Edit: and when I say I'm serious about deadlifting, I mean it takes me and an equal strength training partner 2 hrs to get through our warm ups and then our working sets to finish.


----------



## maxmuscle1 (Apr 6, 2019)

Whicked-impulse said:


> Thats what i was thinking besides form was that other muscles are involved more than they should be. Chest, bis n tris, legs, shoulders i feel i have down good when i leave gym after thise days i feel it real good. But my back is my real weak point in my workout. And ive never done weighted pull/chin ups  ima have to give them a shot on my nxt back day just to see if they help me personally



I started out with no weight and work up until you can add weights.  It took me years but well worth it.  They are mass builders!  A lot of people only do dead’s, lat pulls, rows, etc, and skip the pull-ups and chin-ups.  Once you start and stick to it for a year, you’ll see major lay growth and development top to bottom!!


----------



## Seeker (Apr 6, 2019)

My opinion ( and experience) is if you're having trouble engaging your lats because you're feeling that you're using to much of other involved muscles then I suggest you use straps and or hooks for your rowing, pull-ups, pull downs, whatever exercises you use to target your back. Over the years I have been able to develop some pretty damn good grip strenth to where I use my hands as hooks and capable of engaging less of other muscles involved. Learn to use the straps or hooks as your pulley tools so you can engage more lats, less arms. Everything takes times and practice. Oh and deadlift. Always deadlift, always squat.


----------



## BigSwolePump (Apr 6, 2019)

Seeker said:


> My opinion ( and experience) is if you're having trouble engaging your lats because you're feeling that you're using to much of other involved muscles then I suggest you use straps and or hooks for your rowing, pull-ups, pull downs, whatever exercises you use to target your back. Over the years I have been able to develop some pretty damn good grip strenth to where I use my hands as hooks and capable of engaging less of other muscles involved. Learn to use the straps or hooks as your pulley tools so you can engage more lats, less arms. Everything takes times and practice. Oh and deadlift. Always deadlift, always squat.
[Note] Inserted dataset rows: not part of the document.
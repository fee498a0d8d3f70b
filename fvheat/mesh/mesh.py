"""The finite-volume mesh: cell and face arrays that assembly and evaluation work on.

Generators (``fvheat.mesh.rectilinear``; importers later) build a :class:`Mesh`; nothing
downstream knows which generator made it. All lengths in m; a 2-D mesh is one metre deep,
so a face "area" is its length (m²/m) and a cell "volume" its area (m³/m).
"""

from __future__ import annotations

from dataclasses import dataclass, field

import numpy as np


@dataclass(frozen=True)
class RectGrid:
    """Structure of a rectilinear grid, kept for interpolation and plotting.

    ``x``, ``y``: grid-line coordinates (m), ``cell_index[j, i]``: index of the active cell
    in column ``i`` and row ``j``, or −1 where the grid cell is outside the body.
    """

    x: np.ndarray
    y: np.ndarray
    cell_index: np.ndarray

    @property
    def xc(self) -> np.ndarray:
        """Column centres, m."""
        return 0.5 * (self.x[1:] + self.x[:-1])

    @property
    def yc(self) -> np.ndarray:
        """Row centres, m."""
        return 0.5 * (self.y[1:] + self.y[:-1])


@dataclass(frozen=True)
class Mesh:
    """Cell-centred finite-volume mesh.

    Cells: ``centres`` (n, 2) m, ``volumes`` (n,) m², ``material`` (n,) index into
    ``material_names``.
    Interior faces: ``owner``/``neighbour`` cell indices, ``face_area`` (m), distances from
    owner and neighbour centres to the face (``d_owner``, ``d_neighbour``, m), ``face_centre``
    and unit ``face_normal`` (owner → neighbour).
    Boundary (exterior) faces: ``b_cell``, ``b_area`` (m), ``b_dist`` (centre-to-face, m),
    ``b_centre``, outward unit ``b_normal``, ``b_boundary`` (index into ``boundary_names``,
    −1 = adiabatic) and ``b_exchange`` (fraction of the face area that exchanges heat with
    the surroundings: 1 on straight grid-aligned edges, the projection onto the edge
    normal on a stepped sloped edge, so the stepped faces sum to the true edge length).
    ``region`` (n,), when the generator knows it: index of the case region that gave
    each cell its material.

    Vertex-centred meshes (the box method on triangles, ``kind = "triangles"``) carry more:
    a control volume straddles several materials, so its conductances and capacities are
    sums over pieces, each with its own material. ``face_material``/``face_weight``
    (per interior face): the face's conductance is G = face_weight·k[face_material]
    (face_weight dimensionless, the cotangent weight ½·cot θ of the triangle the face
    piece lies in) instead of the harmonic mean of the two cells; ``piece_cell``,
    ``piece_material``, ``piece_volume`` (m²), ``piece_region``: the parts of the control
    volumes (one per cell and triangle); ``triangles`` (t, 3) cell (= vertex) indices and
    ``triangle_material`` per triangle. Boundary faces of such a mesh
    have ``b_dist`` = 0: the unknown sits on the surface, the surface temperature is the
    cell's own.
    """

    centres: np.ndarray
    volumes: np.ndarray
    material: np.ndarray
    material_names: tuple[str, ...]
    owner: np.ndarray
    neighbour: np.ndarray
    face_area: np.ndarray
    d_owner: np.ndarray
    d_neighbour: np.ndarray
    face_centre: np.ndarray
    face_normal: np.ndarray
    b_cell: np.ndarray
    b_area: np.ndarray
    b_dist: np.ndarray
    b_centre: np.ndarray
    b_normal: np.ndarray
    b_boundary: np.ndarray
    b_exchange: np.ndarray
    boundary_names: tuple[str, ...]
    grid: RectGrid | None = field(default=None, repr=False)
    region: np.ndarray | None = field(default=None, repr=False)
    kind: str = "rectilinear"
    face_material: np.ndarray | None = field(default=None, repr=False)
    face_weight: np.ndarray | None = field(default=None, repr=False)
    piece_cell: np.ndarray | None = field(default=None, repr=False)
    piece_material: np.ndarray | None = field(default=None, repr=False)
    piece_volume: np.ndarray | None = field(default=None, repr=False)
    piece_region: np.ndarray | None = field(default=None, repr=False)
    triangles: np.ndarray | None = field(default=None, repr=False)
    triangle_material: np.ndarray | None = field(default=None, repr=False)

    @property
    def n_cells(self) -> int:
        """Number of cells."""
        return int(self.volumes.size)

    @property
    def n_faces(self) -> int:
        """Number of interior faces."""
        return int(self.owner.size)

    @property
    def n_boundary_faces(self) -> int:
        """Number of boundary faces."""
        return int(self.b_cell.size)

    def boundary_faces(self, name: str) -> np.ndarray:
        """Indices of the boundary faces belonging to boundary ``name``."""
        return np.flatnonzero(self.b_boundary == self.boundary_names.index(name))

    @property
    def vertex_centred(self) -> bool:
        """Whether the unknowns sit on the vertices of a triangulation (box method)."""
        return self.triangles is not None

    def pieces(self) -> tuple[np.ndarray, np.ndarray, np.ndarray]:
        """(cell, material, volume m²) of every part of a cell with one material: the pieces
        of a vertex-centred mesh, else each cell whole."""
        if self.piece_cell is not None:
            assert self.piece_material is not None and self.piece_volume is not None
            return self.piece_cell, self.piece_material, self.piece_volume
        return np.arange(self.n_cells), self.material, self.volumes

    def stats(self) -> dict[str, float | int | str]:
        """Mesh statistics for reports: counts and cell-size range (m)."""
        out: dict[str, float | int | str] = {
            "kind": self.kind,
            "cells": self.n_cells,
            "interior_faces": self.n_faces,
            "boundary_faces": self.n_boundary_faces,
        }
        if self.grid is not None:
            dx = np.diff(self.grid.x)
            dy = np.diff(self.grid.y)
            sizes = np.concatenate([dx, dy])
            out.update(
                columns=int(dx.size),
                rows=int(dy.size),
                smallest_cell=float(sizes.min()),
                largest_cell=float(sizes.max()),
                max_neighbour_ratio=float(max(_max_ratio(dx), _max_ratio(dy))),
            )
        if self.triangles is not None:
            edges = self.centres[self.triangles] - self.centres[np.roll(self.triangles, 1, 1)]
            length = np.hypot(edges[..., 0], edges[..., 1])
            out.update(
                triangles=int(self.triangles.shape[0]),
                smallest_cell=float(length.min()),
                largest_cell=float(length.max()),
                min_angle_deg=_min_angle(edges),
            )
        return out


def face_ends(centre: np.ndarray, normal: np.ndarray, length: np.ndarray) -> np.ndarray:
    """End points (m, 2, 2) of straight faces from centres, outward unit normals and lengths
    (m), ordered so that the normal is the direction end 0 → end 1 turned clockwise."""
    tangent = np.column_stack([-normal[:, 1], normal[:, 0]])
    half = 0.5 * length[:, None] * tangent
    return np.stack([centre - half, centre + half], axis=1)


def _max_ratio(h: np.ndarray) -> float:
    if h.size < 2:
        return 1.0
    r = h[1:] / h[:-1]
    return float(np.max(np.maximum(r, 1.0 / r)))


def _min_angle(edges: np.ndarray) -> float:
    """Smallest angle (degrees) of the triangles with edge vectors (t, 3, 2): the arccos of
    the largest cosine (arccos falls), taken once."""
    a, b = edges, -np.roll(edges, -1, axis=1)
    cos = np.einsum("tij,tij->ti", a, b) / (np.hypot(*a.T).T * np.hypot(*b.T).T)
    return float(np.degrees(np.arccos(np.clip(cos.max(), -1.0, 1.0))))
Beat me to it. Straps help alot when trying to focus on lats. Keeps the bicep use to a minimum so you can focus on pulling with your lats.


----------



## BrotherJ (Apr 6, 2019)

Deadlifts and using straps on back exercises - I use them for single arm DB rows and go to point of failure (i.e. the muscle group failing is the lat and not my grip)


----------



## simplesteve (Apr 6, 2019)

I've been pyramiding all my lat exercises lately and feel a better contraction with them. I also use straps wich helps wonderfuly.


----------



## Elivo (Apr 7, 2019)

My lats/back is almost never sore, but I have seen both size difference and strength difference with my back and what I’m able to move.

deadlift too


----------



## Texan69 (Apr 8, 2019)

Initiate your back rows and pull downs with elbows to use the lats to do the pulling. If that doesn’t make sense try this to understand 
Have someone cup your elbows and then perform a lat pulldown motion by starting with your elbows and focusing on using the lats. Shows you what it should feel like and should help you figure out how to use your lats and not your biceps 

And like other members said try s hook grip or straps.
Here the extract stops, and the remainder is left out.